In today's ever-changing business landscape, compliance has become an integral part of the operations taking place in an organization. As businesses enter the digital era and start leveraging data for business advantage, they shoulder the responsibility of keeping business and customer information safe.
Furthermore, being complaint helps the organization to operate ethically within the legal boundaries while minimizing risk. Organizations have made great progress in automating their data analytics processes. When it comes to managing compliance data, they lag significantly. In the era of unprecedented data volumes and strict regulatory compliance, harnessing the power of data analytics is a necessity.
In this blog, we will discuss how we helped a customer in transforming their compliance reporting from a complete manual effort to a fully automated reporting solution. The healthcare vertical customer must follow stringent regulations. This article is limited to handling SOX compliance requirements. As part of the scope, around 80 Oracle and 100 SQL Server databases were to be analyzed for any profile and user level violations. requirements. As part of the scope, around 80 Oracle and 100 SQL Server databases were to be analyzed for any profile and user level violations.

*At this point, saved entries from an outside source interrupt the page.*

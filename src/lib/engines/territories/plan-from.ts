import type { Prepared } from './prepare.ts';
import type { Move, Plan } from './problem.ts';
import { cutBorders } from './territory-graph.ts';

/**
 * An assignment written out as a plan: its moves against today by unit, what they cost, deviations (NaN
 * for territories that close and for a measure that is 0 everywhere) and cut borders. Whether it keeps
 * the rules is for `checkPlan` to say.
 */
export function planFrom(prepared: Prepared, assignment: Int32Array): Plan {
	const { problem, graph, compulsory, cost } = prepared;
	const moves: Move[] = [];
	let total = 0;
	let owed = 0;
	assignment.forEach((to, unit) => {
		const from = problem.today[unit];
		if (from === to) return;
		moves.push({ unit, from, to, compulsory: compulsory[unit] === 1 });
		total += cost[unit];
		if (compulsory[unit]) owed += cost[unit];
	});
	return {
		assignment: assignment.slice(),
		moves,
		cost: total,
		compulsoryCost: owed,
		deviations: problem.measures.map(({ values }) => deviationsOf(prepared, values, assignment)),
		cutBorders: {
			before: cutBorders(graph, problem.today),
			after: cutBorders(graph, assignment),
		},
	};
}

function deviationsOf(
	{ problem, territories }: Prepared,
	values: Float64Array,
	assignment: Int32Array,
): Float64Array {
	const load = new Float64Array(territories);
	let total = 0;
	values.forEach((value, u) => {
		load[assignment[u]] += value;
		total += value;
	});
	const full = problem.territories.reduce((sum, t) => sum + (t.closing ? 0 : t.capacity), 0);
	return load.map((own, t) => {
		const { closing, capacity } = problem.territories[t];
		const target = (capacity / full) * total;
		return closing || total === 0 ? NaN : (own - target) / target;
	});
}
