import type { GeometryObject as Geometry, Properties, Topology } from 'topojson-specification';
import { feature } from 'topojson-client';
import type { BoundaryOptions, ByteSource, Limits } from '../options.ts';
import { RawLayer } from '../raw-layer.ts';
import { Refusal } from '../refusal.ts';
import { JsonBytes } from './json-bytes.ts';
import { checkTopology } from './topojson-check.ts';
import { layerNeeded } from './zipped-shapefile.ts';
import { wholeFile } from './whole.ts';

type GeometryObject = Geometry<Properties>;

/** TopoJSON (specification 1.0): the file is held whole, its arcs checked, its areas written out. */
export async function readTopoJson(
	source: ByteSource,
	options: BoundaryOptions & { limits: Limits },
): Promise<RawLayer> {
	const bytes = await wholeFile(source, Math.min(options.limits.wholeBytes, 2 ** 29 - 24));
	const json = new JsonBytes(options.limits.nesting);
	json.bytes = bytes;
	json.last = true;
	if (bytes[0] === 0xef) json.at = 3;
	const topology = json.value() as Topology;
	checkTopology(topology);
	const name = chooseObject(topology, options.layer);
	const layer = new RawLayer(options.limits);
	layer.format = 'TopoJSON';
	layer.layer = name;
	layer.crsByFormat = 'EPSG:4326';
	layer.encoding = json.encoding;
	for (const geometry of geometriesOf(topology.objects[name]))
		addGeometry(topology, geometry, layer);
	return layer;
}

function chooseObject(topology: Topology, layer?: string): string {
	const names = Object.keys(topology.objects);
	const areas = names.filter((name) => geometriesOf(topology.objects[name]).some(isArea));
	if (layer !== undefined) {
		if (names.includes(layer)) return layer;
		throw layerNeeded(`There is no layer "${layer}".`, areas);
	}
	if (areas.length === 0) throw new Refusal('no-areas', 'The file holds no areas.');
	if (areas.length > 1) throw layerNeeded('The file holds several layers.', areas);
	return areas[0];
}

function geometriesOf(object: GeometryObject): GeometryObject[] {
	return object.type === 'GeometryCollection' ? object.geometries : [object];
}

const isArea = (geometry: GeometryObject) => /Polygon$/.test(String(geometry.type));

function addGeometry(topology: Topology, geometry: GeometryObject, layer: RawLayer): void {
	layer.startRegion();
	layer.table.add(geometry.id ?? null, geometry.properties ?? null);
	for (const area of geometriesOf(geometry).filter(isArea)) {
		const written = feature(topology, area) as GeoJSON.Feature;
		if (written.geometry.type === 'Polygon') addPart(written.geometry.coordinates, layer);
		if (written.geometry.type === 'MultiPolygon') {
			for (const part of written.geometry.coordinates) addPart(part, layer);
		}
	}
}

function addPart(rings: GeoJSON.Position[][], layer: RawLayer): void {
	layer.startPart();
	for (const ring of rings) {
		layer.startRing();
		for (const [x, y] of ring) layer.point(x, y);
	}
}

Before the automation, the team was manually extracting the password and profile information from each database in an excel file. Each file contained around six thousand records. Prior to analyzing this information, some transformations were applied to the data. This process took weeks to complete for all databases. Furthermore, due to the manual nature of work, the error rate was high. There was also no mechanism to perform data quality checks, which is of paramount importance when dealing with compliance data. Another challenge faced was maintaining file versions as multiple people were working on the same file. Finally, refreshing data or adding new information into existing files became a lengthy process since the same operation from start to end had to be repeated.
A project to replace the Excel based manual process with an automated end to end analytics solution was begun. In the first phase, 50 oracle databases were selected based on their criticality and overall delivery time. The project involved extracting raw excel data files from the databases into blob storage and applying transformations. The data is then moved to tables in a data warehouse, which are then exposed to end users via dashboard. The project was divided into two workstreams: ETL and Reporting.
The first step in building the data pipeline was to choose the right ETL tool for the job. The team made a comparison among different tools available in the market, based on factors such as cost, maintenance, integration and support. After much deliberation, ADF (Azure Data Factory) was selected as the primary ETL tool due to its reasonable cost and strong integration with other data sources that the customer was using. For the data warehouse, Snowflake was selected since it was already being used as a primary data warehouse across the organization. Once the tools were finalized, the work started on building the data pipeline. The first step involved moving the excel files extracted from a SharePoint portal into Azure Blob storage. The COPY activity in ADF was used for this purpose. The second step was to move the files from Blob storage to Snowflake table after performing several transformations.
Below is the list of transformations performed using Mapping Data Flow and Power Query:
Appending data from multiple files into one table
Removing columns that are not required
Replacing incorrect values with correct values in multiple columns
Creating customized columns based on business rules
Once the transformations were completed, the next step was to move the data to a table in Snowflake which is already created. This was done using the COPY task in ADF by defining Snowflake as a sink (Target).
Apart from using data consistency verification provided by ADF, data validation was also performed by comparing row counts between Snowflake and source file. Some other validations such as data type, null value check and length check were also created in ADF to maintain data quality. The quality control mechanism was integrated with the data pipeline, so it always runs when new data is loaded.
The second part of this project was to build interactive analytics for the users to analyze compliance data. For this purpose, Power BI was chosen as the preferred tool mainly because it was already being used in the organization. Leveraging Power BI's diverse set of features, powerful visualizations were designed that refined the tabular format compliance data into interactive charts, graphs, and KPIs. These visualizations not only provide a real-time alert for compliance violations but also allow for a further deep dive into specific areas of interest. By using filters, slicers, and drill-down capabilities, users were able to tailor their exploration, uncovering insights that drive informed decision-making.
The new ETL process removed the manual work and reduced the time to deliver latest compliance data from 1 day to 4 hours
It enabled the users to report on the latest compliance data
The dashboard reduced the time taken to manually analyze the data in excel from 4 hours to just 20 mins
The new process had strict data quality checks ensuring accuracy of the data
Adding new data sources in this new system became faster and easier
In today's dynamic business environments, it is imperative for organizations to adhere to regulatory and compliance requirements. From refining the raw compliance data to uncovering hidden patterns, the project helped the customer use data analytics to streamline compliance reporting. After the success of the first phase, the customer decided to start the next phase covering the remaining Oracle and SQL Server databases. In future, they plan to make data analytics at the center of all their compliance and regulatory reporting across the organizations.